Wireless power

We can learn from them
The mobile phone industry is big in off-grid power usage.  But not for any ecological reasons.  In fact a close look at the cell companies’ power consumption proves their talk of green is just that – talk.

The wireless network, due to the distribution of its infrastructure, is an ideal candidate to test out new ideas in decentralized power.

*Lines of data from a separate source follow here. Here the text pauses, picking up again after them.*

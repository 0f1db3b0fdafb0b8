/**
 * Builds every site variant the end-to-end tests need ONCE and serves each on a free local
 * port: the demo catalog at the root, the same under a sub-path (/census/), a hostile catalog
 * (markup, quotes and non-Latin text in ids, passthrough columns and the config's texts), and
 * the root build with its Parquet file removed. Catalogs are derived with the CLI; the demo's population results
 * (dawn-census population) come from a cheaper sampler than the demo config's (see cheapSurveyConfig).
 * URLs and file paths reach the tests through `inject(...)`.
 */
import type { TestProject } from 'vitest/node';
import { execFileSync } from 'node:child_process';
import { cpSync, mkdirSync, mkdtempSync, readFileSync, rmSync, writeFileSync } from 'node:fs';
import { tmpdir } from 'node:os';
import { join, resolve } from 'node:path';
import { parse, stringify } from 'yaml';
import { serveStatic, type StaticServer } from '../../scripts/lib/staticServer.ts';
import { findChromium } from './browser.ts';
import { HOSTILE_CONFIG, hostileCsv } from './hostileCatalog.ts';

declare module 'vitest' {
  export interface ProvidedContext {
    /** Demo catalog built at the root. */
    siteUrl: string;
    /** Demo catalog built under /census/. */
    subUrl: string;
    /** Hostile catalog built at the root. */
    hostileUrl: string;
    /** The root build with data/catalog.parquet removed. */
    missingUrl: string;
    /** The root build with data/catalog.parquet replaced by bytes that are not Parquet. */
    corruptUrl: string;
    /** Demo catalog built with CENSUS_OBJECT_PAGES=viewer (the layout of large catalogs). */
    viewerUrl: string;
    /** The demo catalog's Parquet file (the one copied into the site). */
    demoParquet: string;
    /** The hostile catalog's Parquet file. */
    hostileParquet: string;
  }
}

const root = resolve(import.meta.dirname, '../..');
const servers: StaticServer[] = [];
let outDir: string | undefined;

/**
 * The demo config with absolute paths, writing to `catalog`, and the smallest sampler the config allows (8 walkers ×
 * 100 steps instead of 16 walkers until convergence, some 2000 steps): the pages need the population results'
 * shape, not a converged fit, and the full run costs a minute or more of CPU on a 2-core machine.
 */
function cheapSurveyConfig(catalog: string): string {
  const doc = parse(readFileSync(join(root, 'data-demo/census.config.yaml'), 'utf8')) as {
    input: { path: string };
    output?: string;
    survey: { relation_fit?: Record<string, unknown> };
  };
  doc.input.path = join(root, 'data-demo', doc.input.path);
  doc.output = catalog;
  doc.survey.relation_fit = { ...doc.survey.relation_fit, walkers: 8, steps: 100 };
  return stringify(doc);
}

function derive(args: string[]): void {
  execFileSync(process.execPath, [join(root, 'bin/dawn-census.js'), 'derive', ...args, '--quiet'], { cwd: root, stdio: ['ignore', 'ignore', 'inherit'] });
}

/**
 * The environment of a child build: vitest sets Vite's own variables (BASE_URL, MODE, …) in
 * process.env, and a build that inherits BASE_URL=/ would link every page to the root.
 */
function buildEnv(extra: Record<string, string>): NodeJS.ProcessEnv {
  const env = { ...process.env };
  for (const k of ['BASE_URL', 'MODE', 'DEV', 'PROD', 'SSR', 'NODE_ENV']) delete env[k];
  for (const k of Object.keys(env)) if (k.startsWith('VITEST') || k.startsWith('VITE_')) delete env[k];
  return { ...env, ...extra };
}

function build(catalog: string, base: string, dist: string, extra: Record<string, string> = {}): void {
  execFileSync(process.execPath, [join(root, 'node_modules/astro/astro.js'), 'build', '--silent'], {
    cwd: root,
    env: buildEnv({ CENSUS_CATALOG: catalog, CENSUS_OUT_DIR: dist, CENSUS_BASE: base, ...extra }),
    stdio: ['ignore', 'ignore', 'inherit'],
  });
}

export async function setup(project: TestProject): Promise<void> {
  findChromium(); // fail early, with the install hint, when there is no browser
  outDir = mkdtempSync(join(tmpdir(), 'census-e2e-'));
  const demoParquet = join(outDir, 'demo/catalog.parquet');
  derive([join(root, 'data-demo/catalog.csv'), '-c', join(root, 'data-demo/census.config.yaml'), '-o', demoParquet, '--draws', '300']);
  const cheapConfig = join(outDir, 'demo/census.config.yaml');
  writeFileSync(cheapConfig, cheapSurveyConfig(demoParquet));
  execFileSync(process.execPath, [join(root, 'bin/dawn-census.js'), 'population', '-c', cheapConfig, '--quiet'], { cwd: root, stdio: ['ignore', 'ignore', 'inherit'] });

  const hostileDir = join(outDir, 'hostile');
  mkdirSync(hostileDir, { recursive: true });
  writeFileSync(join(hostileDir, 'hostile.csv'), hostileCsv());
  writeFileSync(join(hostileDir, 'hostile.config.yaml'), HOSTILE_CONFIG);
  const hostileParquet = join(hostileDir, 'out/catalog.parquet');
  derive([join(hostileDir, 'hostile.csv'), '-c', join(hostileDir, 'hostile.config.yaml'), '-o', hostileParquet]);

  const rootDist = join(outDir, 'site-root');
  const subDist = join(outDir, 'site-sub');
  const hostileDist = join(outDir, 'site-hostile');
  const missingDist = join(outDir, 'site-missing');
  build(demoParquet, '/', rootDist);
  build(demoParquet, '/census/', subDist);
  build(hostileParquet, '/', hostileDist);
  const viewerDist = join(outDir, 'site-viewer');
  build(demoParquet, '/', viewerDist, { CENSUS_OBJECT_PAGES: 'viewer' });
  cpSync(rootDist, missingDist, { recursive: true });
  rmSync(join(missingDist, 'data/catalog.parquet'));
  const corruptDist = join(outDir, 'site-corrupt');
  cpSync(missingDist, corruptDist, { recursive: true });
  writeFileSync(join(corruptDist, 'data/catalog.parquet'), 'PAR1 this is not a Parquet file, only its first four bytes are right. '.repeat(40));

  const serve = async (dist: string, base: string) => {
    const s = await serveStatic(dist, base);
    servers.push(s);
    return s.url;
  };
  project.provide('siteUrl', await serve(rootDist, '/'));
  project.provide('subUrl', await serve(subDist, '/census/'));
  project.provide('hostileUrl', await serve(hostileDist, '/'));
  project.provide('missingUrl', await serve(missingDist, '/'));
  project.provide('corruptUrl', await serve(corruptDist, '/'));
  project.provide('viewerUrl', await serve(viewerDist, '/'));
  project.provide('demoParquet', demoParquet);
  project.provide('hostileParquet', hostileParquet);
}

export async function teardown(): Promise<void> {
  await Promise.all(servers.map((s) => s.close()));
  if (outDir) rmSync(outDir, { recursive: true, force: true });
}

But for the most part, cellular services  turn to alternative energy solutions where there is no access, or unreliable access, to grid power.   And they avoid building towers in isolated areas because its not cost-effective, although that is precisely where their consumers most need them.

Operators have cell sites in remote areas powered by geothermal and wind or diesel backup generators.  Places like national parks, which have no access to the energy grid, are most likely to receive the off-grid treatment.  Fuel cells are being deployed in hurricane-prone communities in the Southeast, where a reliable diesel supply is unlikely during a natural disaster.

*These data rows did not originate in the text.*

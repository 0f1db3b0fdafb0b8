import { afterAll, beforeAll, describe, expect, inject, it } from 'vitest';
import type { Browser, Page } from 'playwright-core';
import { launchBrowser } from './browser.ts';
import { nodeQuery, openSite } from './sitePage.ts';

const READINGS = ['standard', 'scattering_core', 'dense_gas', 'small_bolometric'];

/** Waits until the Readings page's charts show `reading` and the comparison is drawn. */
async function waitForReading(page: Page, reading: string): Promise<void> {
  await page.waitForFunction((r) => document.querySelector<HTMLElement>('#reading-charts')?.dataset.reading === r, reading, { timeout: 60_000 });
  await page.waitForFunction(() => (document.querySelector<HTMLElement>('[data-shift-chart]')?.dataset.pair ?? '') !== '', undefined, { timeout: 60_000 });
}

describe('readings', () => {
  let browser: Browser;
  beforeAll(async () => {
    browser = await launchBrowser();
  });
  afterAll(async () => {
    await browser?.close();
  });

  it('shows every reading side by side, and switching the reading redraws the charts and marks its summary row', async () => {
    const site = await openSite(browser, inject('siteUrl'));
    try {
      const { page } = site;
      await page.goto(new URL('readings/', inject('siteUrl')).href);
      expect(await page.locator('[data-reading-row]').evaluateAll((rows) => rows.map((r) => (r as HTMLElement).dataset.readingRow))).toEqual(READINGS);
      await waitForReading(page, 'standard');
      const before = await page.locator('#reading-charts [data-chart="mbh-z"] svg').innerHTML();
      await page.selectOption('[data-reading-switch]', 'scattering_core');
      await waitForReading(page, 'scattering_core');
      const after = await page.locator('#reading-charts [data-chart="mbh-z"] svg').innerHTML();
      expect(after).not.toBe(before);
      await expect(page.locator('[data-reading-row="scattering_core"]').getAttribute('aria-current')).resolves.toBe('true');
      expect(page.url()).toContain('reading=scattering_core');
      expect(await page.locator('[data-shift-chart] svg').count()).toBeGreaterThan(0);
      expect(site.foreign()).toEqual([]);
      expect(site.errors).toEqual([]);
    } finally {
      await site.close();
    }
  });

  it('fits a 390 px wide screen without horizontal scrolling, with its charts, tables and form drawn', async () => {
    const site = await openSite(browser, inject('siteUrl'));
    const { page } = site;
    try {
      await page.setViewportSize({ width: 390, height: 844 });
      await page.goto(new URL('readings/', inject('siteUrl')).href);
      await waitForReading(page, 'standard');
      const [scroll, client] = await page.evaluate(() => [document.documentElement.scrollWidth, document.documentElement.clientWidth]);
      expect(scroll, `the Readings page is ${scroll} px wide in a ${client} px window`).toBeLessThanOrEqual(client);
      // Nothing is cut off instead: every chart fits its cell.
      const widest = await page.evaluate(() => Math.max(...Array.from(document.querySelectorAll('[data-readings-page] svg')).map((s) => s.getBoundingClientRect().right)));
      expect(widest).toBeLessThanOrEqual(client);
      expect(site.errors).toEqual([]);
    } finally {
      await site.close();
    }
  });

  it('fits its summary table, with the reader\'s own row, into a 1280 px wide screen without scrolling it sideways, and keeps the navigation on one line', async () => {
    const site = await openSite(browser, inject('siteUrl'));
    const { page } = site;
    try {
      await page.setViewportSize({ width: 1280, height: 900 });
      await page.goto(new URL('readings/?reading=custom&a=standard&b=custom&deflation=2&l5100=5&dust=none', inject('siteUrl')).href);
      await waitForReading(page, 'custom');
      await expect(page.locator('[data-reading-row="custom"]').count()).resolves.toBe(1);
      const [scroll, client] = await page.evaluate(() => {
        const wrap = document.querySelector('[data-readings-summary]')!.closest('.table-wrap')!;
        return [wrap.scrollWidth, wrap.clientWidth];
      });
      expect(scroll, `the summary table is ${scroll} px wide in a ${client} px frame`).toBeLessThanOrEqual(client);
      // Every entry of the navigation on the first line (Download wrapped to a second line once).
      const tops = await page.locator('header nav a').evaluateAll((as) => as.map((a) => Math.round(a.getBoundingClientRect().top)));
      expect(tops.length).toBeGreaterThan(5);
      expect(new Set(tops).size, `navigation rows at ${tops.join(', ')} px`).toBe(1);
      expect(site.errors).toEqual([]);
    } finally {
      await site.close();
    }
  });

  it('restores the reading and the compared pair from its URL', async () => {
    const site = await openSite(browser, inject('siteUrl'));
    try {
      const { page } = site;
      await page.goto(new URL('readings/?reading=dense_gas&a=small_bolometric&b=dense_gas', inject('siteUrl')).href);
      await waitForReading(page, 'dense_gas');
      await expect(page.locator('[data-reading-switch]').inputValue()).resolves.toBe('dense_gas');
      await expect(page.locator('[data-shift-chart]').getAttribute('data-pair')).resolves.toBe('small_bolometric>dense_gas');
    } finally {
      await site.close();
    }
  });

  it('lists every reading on an object page', async () => {
    const site = await openSite(browser, inject('siteUrl'));
    try {
      const { page } = site;
      await page.goto(new URL('object/CDW-00009/', inject('siteUrl')).href);
      expect(await page.locator('[data-object-readings] [data-reading-value]').evaluateAll((rows) => rows.map((r) => (r as HTMLElement).dataset.readingValue))).toEqual(READINGS);
      // On a phone the table scrolls sideways and each flag code stays on one line (a code broken
      // letter by letter made a row hundreds of pixels tall).
      await page.setViewportSize({ width: 390, height: 844 });
      const codes = await page.locator('[data-object-readings] td code').evaluateAll((els) =>
        els.map((e) => ({ text: e.textContent ?? '', lines: e.getClientRects().length, height: e.getBoundingClientRect().height, row: (e.closest('tr') as HTMLElement).getBoundingClientRect().height })),
      );
      expect(codes.length).toBeGreaterThan(0);
      for (const c of codes) expect(c.lines, c.text).toBe(1);
      const lineHeight = Math.max(...codes.map((c) => c.height));
      const flagsPerRow = await page.locator('[data-object-readings] tbody tr').evaluateAll((rows) => rows.map((r) => r.querySelectorAll('td code').length));
      // A row is no taller than its flags stacked one per line, plus its padding.
      const rows = await page.locator('[data-object-readings] tbody tr').evaluateAll((rs) => rs.map((r) => r.getBoundingClientRect().height));
      rows.forEach((h, i) => expect(h).toBeLessThanOrEqual(Math.max(3, flagsPerRow[i]!) * lineHeight * 1.6 + 24));
    } finally {
      await site.close();
    }
  });

  it('shows a bound under every reading with its sign and no interval, as the main table does', async () => {
    // A referee found an upper-limit mass shown there as a bare number (6.28, with λ and the offset likewise).
    const [lim] = (await nodeQuery(inject('demoParquet'), `SELECT id FROM census WHERE contains(coalesce(flags, ''), 'mbh_upper_limit') AND log_mbh IS NOT NULL ORDER BY id LIMIT 1`)) as [{ id: string }];
    const site = await openSite(browser, inject('siteUrl'));
    try {
      const { page } = site;
      const { objectSlug } = await import('../../src/site/objectSlug.ts');
      await page.goto(new URL(`object/${objectSlug(lim.id)}/`, inject('siteUrl')).href);
      const standard = await page.locator('[data-object-readings] tr[data-reading-value="standard"] td').evaluateAll((tds) => tds.map((t) => (t.textContent ?? '').trim()));
      expect(standard[0], `log M_BH cell: ${standard[0]}`).toMatch(/^< \d+\.\d\d$/);
      expect(standard[1]).toMatch(/^< /);
      expect(standard[2]).toMatch(/^[<>] /);
      expect(standard[3]).toBe('—');
      expect(standard[4]).toMatch(/^< /);
      // A measured object's cells carry no sign, and its mass its 16–84 % interval.
      const [meas] = (await nodeQuery(inject('demoParquet'), `SELECT id FROM census WHERE NOT contains(coalesce(flags, ''), '_limit') AND log_mbh_p16 IS NOT NULL AND log_edd_ratio IS NOT NULL ORDER BY id LIMIT 1`)) as [{ id: string }];
      await page.goto(new URL(`object/${objectSlug(meas.id)}/`, inject('siteUrl')).href);
      const measured = await page.locator('[data-object-readings] tr[data-reading-value="standard"] td').evaluateAll((tds) => tds.map((t) => (t.textContent ?? '').trim()));
      expect(measured[0]).toMatch(/^\d+\.\d\d \d+\.\d\d – \d+\.\d\d$/);
      expect(measured.slice(1, 3).some((c) => /^[<>]/.test(c))).toBe(false);
    } finally {
      await site.close();
    }
  });

  it('derives a custom reading live from its URL, with the CLI\'s numbers for the same reading and seed', async () => {
    // L_bol/L5100 = 5 and nothing else is the small_bolometric reading: the browser's rows must be the CLI's.
    const site = await openSite(browser, inject('siteUrl'));
    try {
      const { page } = site;
      await page.goto(new URL('readings/?reading=custom&a=small_bolometric&b=custom&deflation=1&l5100=5&dust=standard', inject('siteUrl')).href);
      await waitForReading(page, 'custom');
      await expect(page.locator('[data-custom-form] [name="l5100"]').inputValue()).resolves.toBe('5');
      await expect(page.locator('[data-reading-row="custom"]').count()).resolves.toBe(1);
      const rows = await page.evaluate(() => (window as unknown as { censusCustomReading: Record<string, unknown>[] }).censusCustomReading);
      const cli = await nodeQuery(
        inject('demoParquet').replace(/\.parquet$/, '.readings.parquet'),
        `SELECT * FROM census WHERE reading = 'small_bolometric'`,
      );
      const byId = new Map(cli.map((r) => [r.id, r]));
      expect(rows.length).toBeGreaterThan(300);
      // Every column the browser derives, to the last bit: the core's log, exp and pow are its own
      // (src/core/math), not the engine's Math functions, which differ between Node 20 and Chromium.
      const columns = Object.keys(rows[0]!).filter((k) => k !== 'id');
      // Every column of the readings table but id and reading.
      expect(columns.sort()).toEqual(Object.keys(cli[0]!).filter((k) => k !== 'id' && k !== 'reading').sort());
      const differ: string[] = [];
      for (const r of rows) {
        const c = byId.get(r.id);
        if (!c) {
          differ.push(`${String(r.id)}: not in the CLI's readings table`);
          continue;
        }
        for (const k of columns) if (!Object.is(r[k], c[k])) differ.push(`${String(r.id)} ${k}: browser ${String(r[k])}, CLI ${String(c[k])}`);
      }
      expect(differ).toEqual([]);
      expect(site.errors).toEqual([]);
    } finally {
      await site.close();
    }
  });

  it('redraws the charts, the comparison and the summary when a custom reading is submitted, and its URL restores the form and the view', async () => {
    const site = await openSite(browser, inject('siteUrl'));
    try {
      const { page } = site;
      await page.goto(new URL('readings/?reading=dense_gas', inject('siteUrl')).href);
      await waitForReading(page, 'dense_gas');
      const before = await page.locator('#reading-charts [data-chart="mbh-z"] svg').innerHTML();
      await page.fill('[data-custom-form] [name="deflation"]', '2.5');
      await page.fill('[data-custom-form] [name="l5100"]', '');
      await page.selectOption('[data-custom-form] [name="dust"]', 'none');
      await page.fill('[data-custom-form] [name="eff"]', '0.2');
      await page.click('[data-custom-form] button[type="submit"]');
      await waitForReading(page, 'custom');
      await page.waitForFunction(() => document.querySelector<HTMLElement>('[data-shift-chart]')?.dataset.pair === 'dense_gas>custom', undefined, { timeout: 60_000 });
      expect(await page.locator('#reading-charts [data-chart="mbh-z"] svg').innerHTML()).not.toBe(before);
      await expect(page.locator('[data-reading-row="custom"]').getAttribute('aria-current')).resolves.toBe('true');
      // The median, then its shift from the standard reading, as in the build's rows.
      await expect(page.locator('[data-reading-row="custom"] [data-summary="medianLogMbh"]').textContent()).resolves.toMatch(/^\d+\.\d\d[+−]\d+\.\d\d dex$/);
      await expect(page.locator('[data-reading-switch]').inputValue()).resolves.toBe('custom');
      const url = new URL(page.url());
      expect(Object.fromEntries(url.searchParams)).toEqual({ reading: 'custom', a: 'dense_gas', b: 'custom', deflation: '2.5', dust: 'none', eff: '0.2' });
      const summary = await page.locator('[data-reading-row="custom"]').textContent();

      const again = await site.page.context().newPage();
      await again.goto(url.href);
      await waitForReading(again, 'custom');
      await again.waitForFunction(() => document.querySelector<HTMLElement>('[data-shift-chart]')?.dataset.pair === 'dense_gas>custom', undefined, { timeout: 60_000 });
      const field = (name: string) => again.locator(`[data-custom-form] [name="${name}"]`).inputValue();
      expect([await field('deflation'), await field('l5100'), await field('dust'), await field('eff')]).toEqual(['2.5', '', 'none', '0.2']);
      await expect(again.locator('[data-reading-row="custom"]').textContent()).resolves.toBe(summary);
      await expect(again.locator('[data-reading-switch]').inputValue()).resolves.toBe('custom');
      expect(site.errors).toEqual([]);
    } finally {
      await site.close();
    }
  });

  it('stops an out-of-range custom factor with one line naming it', async () => {
    const site = await openSite(browser, inject('siteUrl'));
    try {
      const { page } = site;
      await page.goto(new URL('readings/', inject('siteUrl')).href);
      await waitForReading(page, 'standard');
      await page.evaluate(() => {
        const input = document.querySelector<HTMLInputElement>('[data-custom-form] [name="deflation"]')!;
        input.removeAttribute('max');
        input.value = '40';
      });
      await page.click('[data-custom-form] button[type="submit"]');
      await expect(page.locator('[data-custom-status]').textContent()).resolves.toMatch(/^your reading\.deflation must be a number between 1 and 10/);
    } finally {
      await site.close();
    }
  });

  it('places a new object under every reading', async () => {
    const site = await openSite(browser, inject('siteUrl'));
    try {
      const { page } = site;
      await page.goto(new URL('place/', inject('siteUrl')).href);
      await page.fill('#place-id', 'INVENTED-READINGS-1');
      await page.fill('#place-z', '6.3');
      await page.fill('#place-fwhm', '2400');
      await page.fill('#place-fwhm_err', '200');
      await page.selectOption('#place-strength_unit', '1e-18 erg s-1 cm-2');
      await page.fill('#place-strength', '8.5');
      await page.fill('#place-strength_err', '0.6');
      await page.click('#place-form button[type=submit]');
      await page.waitForSelector('[data-place-readings]');
      expect(await page.locator('[data-place-readings] [data-reading-value]').evaluateAll((rows) => rows.map((r) => (r as HTMLElement).dataset.readingValue))).toEqual(READINGS);
      const masses = await page.locator('[data-place-readings] tbody tr td:nth-of-type(1)').allTextContents();
      // The scattering reading (no core width: deflation 10) lowers the Hα mass by 2.06 dex (FWHM exponent 2.06, Reines & Volonteri 2015 eq. 5).
      expect(Number(masses[0]) - Number(masses[1])).toBeCloseTo(2.06, 1);
    } finally {
      await site.close();
    }
  });
});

But the green initiatives in the mobile industry appear not to embrace the power supply. Operators aren’t going to move their cell sites off the power grid — where it is available — anytime soon.

A direct connection to a centralized power source is still seen as the cheapest and most efficient means for an operator to power its network. The economic incentive simply isn’t there and neither is the pressure from environmental groups or agencies. Market research group Gartner estimates that the entire information and communications technology industry accounts for only 2% of global carbon emissions. The wireless industry contributes just a fraction to that total, and according to phone maker Ericsson the transportation of manufactured wireless equipment around the globe is responsible for a good deal of those emissions. A mobile network operator isn’t contributing an outsized share to the world’s global warming problems.

It does seem, though, that wireless is in an interesting position to become a global test case for sustainable industry. Vendors have driven power efficiency and alternative energy advancements far in recent years, primarily to meet the problems of deploying in the developing world. Those technologies now are leaking into the developed world.

The reason why most operators in the developing world are moving toward renewable power sources, away from generators, isn’t an overpowering sense of global responsibility. They’re being killed by the cost of diesel fuel. Energy costs in the U.S. will likely rise, just as the cost and operational difficulty of deploying green technologies will fall. Combine those with the operators growing environmental awareness and the possibility of government incentives and we may soon reaching a tipping point where the self-sustaining network makes more economic sense than a grid-powered one.

The monumental power needs of a Google data center can’t be met with an array of solar panels, but a single base station among a network of tens of thousands could. Going off the grid entirely might not be a near-term possibility, but becoming partially self-sustaining might. Solar panels mounted on every cell tower would be a start — it’s not as if they would make them any uglier.